Your assignment: Show all lines below holding the string "optimum".

Data for review:

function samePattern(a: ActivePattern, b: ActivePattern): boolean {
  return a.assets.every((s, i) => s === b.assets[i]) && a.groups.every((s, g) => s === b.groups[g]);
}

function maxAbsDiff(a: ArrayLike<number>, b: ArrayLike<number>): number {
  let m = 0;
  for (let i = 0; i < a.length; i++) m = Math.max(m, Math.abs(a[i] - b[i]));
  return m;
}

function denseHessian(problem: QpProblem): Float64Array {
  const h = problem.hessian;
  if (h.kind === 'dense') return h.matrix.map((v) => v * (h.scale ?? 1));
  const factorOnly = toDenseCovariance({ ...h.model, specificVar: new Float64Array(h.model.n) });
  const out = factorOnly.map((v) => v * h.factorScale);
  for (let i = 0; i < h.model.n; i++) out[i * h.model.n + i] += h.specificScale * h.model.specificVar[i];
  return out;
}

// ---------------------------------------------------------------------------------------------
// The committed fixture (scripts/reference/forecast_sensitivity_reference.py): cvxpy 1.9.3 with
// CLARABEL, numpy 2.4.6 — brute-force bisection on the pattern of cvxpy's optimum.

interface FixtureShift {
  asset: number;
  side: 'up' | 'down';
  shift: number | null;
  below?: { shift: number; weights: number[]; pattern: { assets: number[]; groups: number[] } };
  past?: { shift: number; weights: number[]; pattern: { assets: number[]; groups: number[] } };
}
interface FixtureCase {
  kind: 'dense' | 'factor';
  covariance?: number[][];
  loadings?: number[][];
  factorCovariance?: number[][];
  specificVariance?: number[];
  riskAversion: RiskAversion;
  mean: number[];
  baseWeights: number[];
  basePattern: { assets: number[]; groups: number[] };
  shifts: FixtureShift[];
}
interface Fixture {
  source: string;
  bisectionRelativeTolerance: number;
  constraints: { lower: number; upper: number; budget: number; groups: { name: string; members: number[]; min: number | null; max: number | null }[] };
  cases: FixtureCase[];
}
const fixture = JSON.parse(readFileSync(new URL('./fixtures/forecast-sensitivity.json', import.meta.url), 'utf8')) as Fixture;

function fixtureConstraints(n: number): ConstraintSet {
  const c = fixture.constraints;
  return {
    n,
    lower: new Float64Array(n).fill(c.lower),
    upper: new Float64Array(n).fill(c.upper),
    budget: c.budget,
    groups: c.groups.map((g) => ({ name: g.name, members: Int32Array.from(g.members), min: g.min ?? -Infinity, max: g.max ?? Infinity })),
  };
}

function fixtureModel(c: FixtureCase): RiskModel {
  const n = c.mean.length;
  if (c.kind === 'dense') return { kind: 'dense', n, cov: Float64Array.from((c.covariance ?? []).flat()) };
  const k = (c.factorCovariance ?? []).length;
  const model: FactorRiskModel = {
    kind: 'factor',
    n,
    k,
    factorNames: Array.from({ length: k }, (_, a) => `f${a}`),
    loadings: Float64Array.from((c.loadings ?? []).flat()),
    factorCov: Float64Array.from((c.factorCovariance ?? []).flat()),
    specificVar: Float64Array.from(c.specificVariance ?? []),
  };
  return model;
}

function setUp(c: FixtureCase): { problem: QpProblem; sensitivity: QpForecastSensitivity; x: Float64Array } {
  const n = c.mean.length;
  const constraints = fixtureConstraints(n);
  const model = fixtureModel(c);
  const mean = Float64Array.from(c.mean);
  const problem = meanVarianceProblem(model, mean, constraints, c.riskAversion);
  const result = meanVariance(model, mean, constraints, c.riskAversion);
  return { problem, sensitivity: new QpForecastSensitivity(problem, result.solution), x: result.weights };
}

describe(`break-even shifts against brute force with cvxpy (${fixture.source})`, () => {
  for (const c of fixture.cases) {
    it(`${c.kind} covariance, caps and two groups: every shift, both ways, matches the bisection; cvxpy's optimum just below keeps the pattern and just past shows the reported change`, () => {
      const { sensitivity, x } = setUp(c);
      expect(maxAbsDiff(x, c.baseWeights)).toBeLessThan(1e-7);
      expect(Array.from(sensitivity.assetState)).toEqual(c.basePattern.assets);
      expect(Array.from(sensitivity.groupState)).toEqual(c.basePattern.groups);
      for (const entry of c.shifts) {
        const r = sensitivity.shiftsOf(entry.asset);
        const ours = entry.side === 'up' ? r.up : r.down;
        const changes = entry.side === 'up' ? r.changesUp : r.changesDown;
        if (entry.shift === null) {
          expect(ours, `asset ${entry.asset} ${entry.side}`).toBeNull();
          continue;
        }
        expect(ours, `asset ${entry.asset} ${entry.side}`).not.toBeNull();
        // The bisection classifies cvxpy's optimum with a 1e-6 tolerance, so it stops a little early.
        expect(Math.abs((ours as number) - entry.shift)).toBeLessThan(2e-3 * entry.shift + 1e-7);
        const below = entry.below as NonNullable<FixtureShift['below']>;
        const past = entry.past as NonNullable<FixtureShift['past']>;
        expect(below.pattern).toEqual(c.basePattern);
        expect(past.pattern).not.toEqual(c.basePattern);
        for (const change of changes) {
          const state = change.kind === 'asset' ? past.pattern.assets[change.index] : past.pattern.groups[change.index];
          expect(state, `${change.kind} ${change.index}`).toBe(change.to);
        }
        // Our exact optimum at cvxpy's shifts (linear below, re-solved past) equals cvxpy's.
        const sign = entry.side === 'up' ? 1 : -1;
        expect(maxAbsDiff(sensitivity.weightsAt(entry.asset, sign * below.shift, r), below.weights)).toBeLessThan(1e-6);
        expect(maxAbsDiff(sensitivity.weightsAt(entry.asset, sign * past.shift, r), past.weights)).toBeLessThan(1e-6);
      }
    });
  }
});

Result of the task:
// CLARABEL, numpy 2.4.6 — brute-force bisection on the pattern of cvxpy's optimum.
    it(`${c.kind} covariance, caps and two groups: every shift, both ways, matches the bisection; cvxpy's optimum just below keeps the pattern and just past shows the reported change`, () => {
        // The bisection classifies cvxpy's optimum with a 1e-6 tolerance, so it stops a little early.
        // Our exact optimum at cvxpy's shifts (linear below, re-solved past) equals cvxpy's.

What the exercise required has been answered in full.